--- Input Enclosed Below ---
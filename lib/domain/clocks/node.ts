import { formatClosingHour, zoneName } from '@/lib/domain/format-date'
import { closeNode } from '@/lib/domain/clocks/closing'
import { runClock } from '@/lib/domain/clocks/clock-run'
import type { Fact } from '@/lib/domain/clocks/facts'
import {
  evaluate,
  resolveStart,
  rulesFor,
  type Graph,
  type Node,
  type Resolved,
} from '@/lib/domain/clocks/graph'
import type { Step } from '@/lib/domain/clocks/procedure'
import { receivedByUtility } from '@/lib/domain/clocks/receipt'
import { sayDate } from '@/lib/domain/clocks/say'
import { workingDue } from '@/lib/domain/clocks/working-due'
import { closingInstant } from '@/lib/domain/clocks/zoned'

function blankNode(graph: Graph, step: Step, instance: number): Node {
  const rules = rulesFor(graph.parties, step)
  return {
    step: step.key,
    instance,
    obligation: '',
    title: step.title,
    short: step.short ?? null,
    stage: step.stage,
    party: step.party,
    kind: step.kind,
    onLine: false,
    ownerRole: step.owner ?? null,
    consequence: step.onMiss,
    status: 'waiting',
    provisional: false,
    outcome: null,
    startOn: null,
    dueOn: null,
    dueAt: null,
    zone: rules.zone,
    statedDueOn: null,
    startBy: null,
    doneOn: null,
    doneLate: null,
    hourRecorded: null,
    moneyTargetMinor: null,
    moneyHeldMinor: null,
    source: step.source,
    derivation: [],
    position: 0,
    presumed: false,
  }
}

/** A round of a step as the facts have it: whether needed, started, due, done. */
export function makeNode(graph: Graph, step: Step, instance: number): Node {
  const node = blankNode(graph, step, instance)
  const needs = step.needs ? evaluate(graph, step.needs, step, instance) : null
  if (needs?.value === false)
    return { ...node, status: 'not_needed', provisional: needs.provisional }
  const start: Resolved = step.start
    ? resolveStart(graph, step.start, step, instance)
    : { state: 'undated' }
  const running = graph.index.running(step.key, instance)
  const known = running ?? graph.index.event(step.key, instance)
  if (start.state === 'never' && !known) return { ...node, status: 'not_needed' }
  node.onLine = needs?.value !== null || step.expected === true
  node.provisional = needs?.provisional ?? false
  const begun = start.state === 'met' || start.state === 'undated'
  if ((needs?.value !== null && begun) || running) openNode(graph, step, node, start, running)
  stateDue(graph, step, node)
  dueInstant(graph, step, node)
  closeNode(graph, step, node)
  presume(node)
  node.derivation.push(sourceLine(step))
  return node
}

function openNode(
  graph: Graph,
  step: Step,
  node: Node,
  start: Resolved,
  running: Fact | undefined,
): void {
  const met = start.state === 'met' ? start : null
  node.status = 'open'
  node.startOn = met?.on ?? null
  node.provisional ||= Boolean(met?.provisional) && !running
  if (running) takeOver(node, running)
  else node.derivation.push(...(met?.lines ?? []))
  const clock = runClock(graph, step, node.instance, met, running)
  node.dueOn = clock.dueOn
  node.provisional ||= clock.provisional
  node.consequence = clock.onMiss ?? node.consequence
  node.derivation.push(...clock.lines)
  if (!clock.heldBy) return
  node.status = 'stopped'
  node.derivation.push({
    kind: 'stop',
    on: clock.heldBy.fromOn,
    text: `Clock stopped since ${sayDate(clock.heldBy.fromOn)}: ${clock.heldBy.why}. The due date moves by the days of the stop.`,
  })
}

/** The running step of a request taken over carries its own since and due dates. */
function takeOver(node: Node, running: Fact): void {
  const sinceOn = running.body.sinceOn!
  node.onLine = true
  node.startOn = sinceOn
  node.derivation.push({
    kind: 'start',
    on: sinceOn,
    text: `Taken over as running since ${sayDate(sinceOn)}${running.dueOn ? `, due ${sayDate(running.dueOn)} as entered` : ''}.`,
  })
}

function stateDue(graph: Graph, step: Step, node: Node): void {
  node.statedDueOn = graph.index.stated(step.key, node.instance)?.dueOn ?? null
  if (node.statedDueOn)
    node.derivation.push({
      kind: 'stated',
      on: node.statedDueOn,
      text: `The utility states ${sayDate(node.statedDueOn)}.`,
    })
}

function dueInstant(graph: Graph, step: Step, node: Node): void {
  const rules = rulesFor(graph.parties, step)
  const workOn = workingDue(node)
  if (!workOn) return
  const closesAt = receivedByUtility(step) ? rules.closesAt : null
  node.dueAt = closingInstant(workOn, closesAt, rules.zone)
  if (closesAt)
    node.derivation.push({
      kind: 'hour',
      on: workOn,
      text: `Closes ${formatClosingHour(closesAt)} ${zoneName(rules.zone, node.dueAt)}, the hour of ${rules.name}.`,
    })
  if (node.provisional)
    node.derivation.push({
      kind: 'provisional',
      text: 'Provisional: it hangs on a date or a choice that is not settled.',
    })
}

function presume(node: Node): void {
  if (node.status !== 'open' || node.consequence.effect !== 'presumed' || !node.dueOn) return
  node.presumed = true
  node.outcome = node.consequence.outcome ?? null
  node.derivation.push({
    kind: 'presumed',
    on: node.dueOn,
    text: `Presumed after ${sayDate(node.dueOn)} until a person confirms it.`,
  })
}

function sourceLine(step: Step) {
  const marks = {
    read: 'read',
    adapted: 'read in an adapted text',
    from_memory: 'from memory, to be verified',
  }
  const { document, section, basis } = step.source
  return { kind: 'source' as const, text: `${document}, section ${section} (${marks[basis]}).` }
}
--- End of Enclosed Input ---
What you should do: Give back the whole listing exactly.

Exercise output:
filename lib/domain/clocks/node.ts
import { formatClosingHour, zoneName } from '@/lib/domain/format-date'
import { closeNode } from '@/lib/domain/clocks/closing'
import { runClock } from '@/lib/domain/clocks/clock-run'
import type { Fact } from '@/lib/domain/clocks/facts'
import {
  evaluate,
  resolveStart,
  rulesFor,
  type Graph,
  type Node,
  type Resolved,
} from '@/lib/domain/clocks/graph'
import type { Step } from '@/lib/domain/clocks/procedure'
import { receivedByUtility } from '@/lib/domain/clocks/receipt'
import { sayDate } from '@/lib/domain/clocks/say'
import { workingDue } from '@/lib/domain/clocks/working-due'
import { closingInstant } from '@/lib/domain/clocks/zoned'

function blankNode(graph: Graph, step: Step, instance: number): Node {
  const rules = rulesFor(graph.parties, step)
  return {
    step: step.key,
    instance,
    obligation: '',
    title: step.title,
    short: step.short ?? null,
    stage: step.stage,
    party: step.party,
    kind: step.kind,
    onLine: false,
    ownerRole: step.owner ?? null,
    consequence: step.onMiss,
    status: 'waiting',
    provisional: false,
    outcome: null,
    startOn: null,
    dueOn: null,
    dueAt: null,
    zone: rules.zone,
    statedDueOn: null,
    startBy: null,
    doneOn: null,
    doneLate: null,
    hourRecorded: null,
    moneyTargetMinor: null,
    moneyHeldMinor: null,
    source: step.source,
    derivation: [],
    position: 0,
    presumed: false,
  }
}

/** A round of a step as the facts have it: whether needed, started, due, done. */
export function makeNode(graph: Graph, step: Step, instance: number): Node {
  const node = blankNode(graph, step, instance)
  const needs = step.needs ? evaluate(graph, step.needs, step, instance) : null
  if (needs?.value === false)
    return { ...node, status: 'not_needed', provisional: needs.provisional }
  const start: Resolved = step.start
    ? resolveStart(graph, step.start, step, instance)
    : { state: 'undated' }
  const running = graph.index.running(step.key, instance)
  const known = running ?? graph.index.event(step.key, instance)
  if (start.state === 'never' && !known) return { ...node, status: 'not_needed' }
  node.onLine = needs?.value !== null || step.expected === true
  node.provisional = needs?.provisional ?? false
  const begun = start.state === 'met' || start.state === 'undated'
  if ((needs?.value !== null && begun) || running) openNode(graph, step, node, start, running)
  stateDue(graph, step, node)
  dueInstant(graph, step, node)
  closeNode(graph, step, node)
  presume(node)
  node.derivation.push(sourceLine(step))
  return node
}

function openNode(
  graph: Graph,
  step: Step,
  node: Node,
  start: Resolved,
  running: Fact | undefined,
): void {
  const met = start.state === 'met' ? start : null
  node.status = 'open'
  node.startOn = met?.on ?? null
  node.provisional ||= Boolean(met?.provisional) && !running
  if (running) takeOver(node, running)
  else node.derivation.push(...(met?.lines ?? []))
  const clock = runClock(graph, step, node.instance, met, running)
  node.dueOn = clock.dueOn
  node.provisional ||= clock.provisional
  node.consequence = clock.onMiss ?? node.consequence
  node.derivation.push(...clock.lines)
  if (!clock.heldBy) return
  node.status = 'stopped'
  node.derivation.push({
    kind: 'stop',
    on: clock.heldBy.fromOn,
    text: `Clock stopped since ${sayDate(clock.heldBy.fromOn)}: ${clock.heldBy.why}. The due date moves by the days of the stop.`,
  })
}

/** The running step of a request taken over carries its own since and due dates. */
function takeOver(node: Node, running: Fact): void {
  const sinceOn = running.body.sinceOn!
  node.onLine = true
  node.startOn = sinceOn
  node.derivation.push({
    kind: 'start',
    on: sinceOn,
    text: `Taken over as running since ${sayDate(sinceOn)}${running.dueOn ? `, due ${sayDate(running.dueOn)} as entered` : ''}.`,
  })
}

function stateDue(graph: Graph, step: Step, node: Node): void {
  node.statedDueOn = graph.index.stated(step.key, node.instance)?.dueOn ?? null
  if (node.statedDueOn)
    node.derivation.push({
      kind: 'stated',
      on: node.statedDueOn,
      text: `The utility states ${sayDate(node.statedDueOn)}.`,
    })
}

function dueInstant(graph: Graph, step: Step, node: Node): void {
  const rules = rulesFor(graph.parties, step)
  const workOn = workingDue(node)
  if (!workOn) return
  const closesAt = receivedByUtility(step) ? rules.closesAt : null
  node.dueAt = closingInstant(workOn, closesAt, rules.zone)
  if (closesAt)
    node.derivation.push({
      kind: 'hour',
      on: workOn,
      text: `Closes ${formatClosingHour(closesAt)} ${zoneName(rules.zone, node.dueAt)}, the hour of ${rules.name}.`,
    })
  if (node.provisional)
    node.derivation.push({
      kind: 'provisional',
      text: 'Provisional: it hangs on a date or a choice that is not settled.',
    })
}

function presume(node: Node): void {
  if (node.status !== 'open' || node.consequence.effect !== 'presumed' || !node.dueOn) return
  node.presumed = true
  node.outcome = node.consequence.outcome ?? null
  node.derivation.push({
    kind: 'presumed',
    on: node.dueOn,
    text: `Presumed after ${sayDate(node.dueOn)} until a person confirms it.`,
  })
}

function sourceLine(step: Step) {
  const marks = {
    read: 'read',
    adapted: 'read in an adapted text',
    from_memory: 'from memory, to be verified',
  }
  const { document, section, basis } = step.source
  return { kind: 'source' as const, text: `${document}, section ${section} (${marks[basis]}).` }
}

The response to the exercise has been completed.